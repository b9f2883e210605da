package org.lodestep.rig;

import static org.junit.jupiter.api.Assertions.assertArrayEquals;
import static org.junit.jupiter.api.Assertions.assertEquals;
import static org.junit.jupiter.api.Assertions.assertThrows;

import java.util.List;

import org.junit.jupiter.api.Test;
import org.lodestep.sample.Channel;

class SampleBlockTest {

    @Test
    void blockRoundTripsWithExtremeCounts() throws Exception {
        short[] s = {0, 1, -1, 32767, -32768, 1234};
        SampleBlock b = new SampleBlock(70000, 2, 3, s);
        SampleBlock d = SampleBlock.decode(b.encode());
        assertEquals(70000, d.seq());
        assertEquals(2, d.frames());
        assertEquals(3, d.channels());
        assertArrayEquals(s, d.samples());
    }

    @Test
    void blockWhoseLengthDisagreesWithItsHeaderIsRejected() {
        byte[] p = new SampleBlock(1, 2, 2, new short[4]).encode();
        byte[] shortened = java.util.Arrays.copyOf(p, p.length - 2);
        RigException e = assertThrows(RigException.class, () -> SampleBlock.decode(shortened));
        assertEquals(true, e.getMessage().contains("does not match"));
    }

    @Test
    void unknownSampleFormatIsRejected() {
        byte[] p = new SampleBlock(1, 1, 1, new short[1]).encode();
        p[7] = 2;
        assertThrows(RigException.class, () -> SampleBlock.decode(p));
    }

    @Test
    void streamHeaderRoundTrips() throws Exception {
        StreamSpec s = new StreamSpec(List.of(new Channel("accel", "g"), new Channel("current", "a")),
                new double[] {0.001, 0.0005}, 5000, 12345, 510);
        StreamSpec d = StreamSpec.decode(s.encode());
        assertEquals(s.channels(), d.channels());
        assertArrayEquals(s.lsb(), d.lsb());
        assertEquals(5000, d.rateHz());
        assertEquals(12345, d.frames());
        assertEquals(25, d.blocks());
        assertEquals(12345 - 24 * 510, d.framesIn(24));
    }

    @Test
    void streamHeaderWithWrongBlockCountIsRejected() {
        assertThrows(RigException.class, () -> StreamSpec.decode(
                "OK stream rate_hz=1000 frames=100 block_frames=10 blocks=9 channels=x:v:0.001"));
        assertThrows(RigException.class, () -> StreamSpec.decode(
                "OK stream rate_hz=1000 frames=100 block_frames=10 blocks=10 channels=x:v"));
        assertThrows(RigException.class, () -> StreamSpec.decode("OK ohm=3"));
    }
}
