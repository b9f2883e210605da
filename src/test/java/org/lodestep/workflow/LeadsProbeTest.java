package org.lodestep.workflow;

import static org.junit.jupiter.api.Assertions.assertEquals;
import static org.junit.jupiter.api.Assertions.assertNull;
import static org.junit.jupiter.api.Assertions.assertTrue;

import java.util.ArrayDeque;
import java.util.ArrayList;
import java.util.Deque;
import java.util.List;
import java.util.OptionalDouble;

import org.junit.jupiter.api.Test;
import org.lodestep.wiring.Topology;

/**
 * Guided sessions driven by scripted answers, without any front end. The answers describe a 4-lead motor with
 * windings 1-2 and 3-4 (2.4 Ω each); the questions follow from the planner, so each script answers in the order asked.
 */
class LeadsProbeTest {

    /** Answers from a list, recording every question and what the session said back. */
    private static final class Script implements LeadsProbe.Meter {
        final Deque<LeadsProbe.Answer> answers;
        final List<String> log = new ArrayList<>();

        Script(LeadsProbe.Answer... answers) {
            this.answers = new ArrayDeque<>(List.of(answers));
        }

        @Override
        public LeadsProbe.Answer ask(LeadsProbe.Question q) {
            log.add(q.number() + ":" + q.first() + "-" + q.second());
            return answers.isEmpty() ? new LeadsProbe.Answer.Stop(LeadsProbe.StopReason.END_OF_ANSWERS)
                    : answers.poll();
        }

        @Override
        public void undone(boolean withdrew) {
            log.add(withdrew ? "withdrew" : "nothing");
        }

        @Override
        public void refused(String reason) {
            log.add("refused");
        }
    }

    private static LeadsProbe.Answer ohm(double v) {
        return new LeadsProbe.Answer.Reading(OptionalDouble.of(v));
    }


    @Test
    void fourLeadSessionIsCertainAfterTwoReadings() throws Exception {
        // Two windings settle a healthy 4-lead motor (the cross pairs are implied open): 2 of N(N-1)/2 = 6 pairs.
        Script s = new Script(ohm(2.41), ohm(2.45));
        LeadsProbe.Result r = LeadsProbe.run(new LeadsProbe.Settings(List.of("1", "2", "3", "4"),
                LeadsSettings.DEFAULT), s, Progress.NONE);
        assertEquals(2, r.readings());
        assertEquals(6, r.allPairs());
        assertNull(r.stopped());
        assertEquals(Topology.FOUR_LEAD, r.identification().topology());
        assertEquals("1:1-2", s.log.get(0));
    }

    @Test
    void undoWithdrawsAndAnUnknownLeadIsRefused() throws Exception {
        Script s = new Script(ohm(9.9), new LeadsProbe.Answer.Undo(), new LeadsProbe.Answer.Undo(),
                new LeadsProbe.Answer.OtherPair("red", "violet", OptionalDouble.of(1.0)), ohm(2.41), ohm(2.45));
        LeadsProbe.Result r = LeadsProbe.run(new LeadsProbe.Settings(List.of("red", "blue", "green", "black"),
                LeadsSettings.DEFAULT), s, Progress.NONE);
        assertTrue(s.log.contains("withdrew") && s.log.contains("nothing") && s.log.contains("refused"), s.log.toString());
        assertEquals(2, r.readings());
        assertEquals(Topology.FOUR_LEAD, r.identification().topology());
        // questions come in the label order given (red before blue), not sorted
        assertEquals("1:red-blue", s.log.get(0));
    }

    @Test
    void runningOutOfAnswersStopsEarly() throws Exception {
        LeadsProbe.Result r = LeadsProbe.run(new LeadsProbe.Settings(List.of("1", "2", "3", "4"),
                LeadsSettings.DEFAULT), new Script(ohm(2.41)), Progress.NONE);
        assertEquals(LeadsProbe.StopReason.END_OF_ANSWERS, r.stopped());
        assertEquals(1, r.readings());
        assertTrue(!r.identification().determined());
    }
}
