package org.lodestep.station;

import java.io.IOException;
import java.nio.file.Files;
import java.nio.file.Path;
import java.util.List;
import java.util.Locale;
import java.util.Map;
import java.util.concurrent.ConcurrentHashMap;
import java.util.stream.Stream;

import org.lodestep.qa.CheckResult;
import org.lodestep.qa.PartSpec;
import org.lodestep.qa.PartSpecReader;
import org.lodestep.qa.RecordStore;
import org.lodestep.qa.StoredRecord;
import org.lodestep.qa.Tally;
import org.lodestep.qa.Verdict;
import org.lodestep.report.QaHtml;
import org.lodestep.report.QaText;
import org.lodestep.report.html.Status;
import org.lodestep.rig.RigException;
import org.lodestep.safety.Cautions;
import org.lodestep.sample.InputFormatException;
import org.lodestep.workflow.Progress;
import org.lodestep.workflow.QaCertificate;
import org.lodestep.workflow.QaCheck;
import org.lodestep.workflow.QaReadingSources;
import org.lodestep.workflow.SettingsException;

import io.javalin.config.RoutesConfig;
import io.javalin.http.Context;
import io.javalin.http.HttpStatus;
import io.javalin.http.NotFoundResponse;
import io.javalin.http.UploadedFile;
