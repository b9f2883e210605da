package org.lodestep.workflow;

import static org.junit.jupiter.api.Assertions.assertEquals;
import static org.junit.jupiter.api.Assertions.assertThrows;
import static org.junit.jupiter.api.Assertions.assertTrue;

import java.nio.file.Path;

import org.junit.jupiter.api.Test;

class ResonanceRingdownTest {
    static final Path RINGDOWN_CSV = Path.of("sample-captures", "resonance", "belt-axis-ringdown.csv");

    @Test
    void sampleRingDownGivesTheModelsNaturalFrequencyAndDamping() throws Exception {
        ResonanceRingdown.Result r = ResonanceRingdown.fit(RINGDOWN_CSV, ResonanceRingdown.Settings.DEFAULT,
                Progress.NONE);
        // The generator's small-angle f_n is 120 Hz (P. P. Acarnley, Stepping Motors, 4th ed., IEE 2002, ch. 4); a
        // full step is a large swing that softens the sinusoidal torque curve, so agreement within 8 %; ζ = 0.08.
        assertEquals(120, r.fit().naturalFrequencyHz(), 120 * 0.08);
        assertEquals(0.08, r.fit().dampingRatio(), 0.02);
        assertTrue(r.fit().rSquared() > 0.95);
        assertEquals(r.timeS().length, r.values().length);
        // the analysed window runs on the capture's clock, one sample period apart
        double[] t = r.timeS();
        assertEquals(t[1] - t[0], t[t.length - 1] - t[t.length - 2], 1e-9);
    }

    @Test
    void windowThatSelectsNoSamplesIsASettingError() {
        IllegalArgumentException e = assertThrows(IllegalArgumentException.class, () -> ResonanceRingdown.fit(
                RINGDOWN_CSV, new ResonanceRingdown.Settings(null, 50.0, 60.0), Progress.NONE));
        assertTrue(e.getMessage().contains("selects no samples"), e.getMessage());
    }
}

================

• [Exercise brief] Only the lines from the one containing "assertThrows(IllegalArgumentException.class, () ->" through the last line of the material belong in your answer; output them exactly.

• [Expected output]
        IllegalArgumentException e = assertThrows(IllegalArgumentException.class, () -> ResonanceRingdown.fit(
                RINGDOWN_CSV, new ResonanceRingdown.Settings(null, 50.0, 60.0), Progress.NONE));
        assertTrue(e.getMessage().contains("selects no samples"), e.getMessage());
    }
}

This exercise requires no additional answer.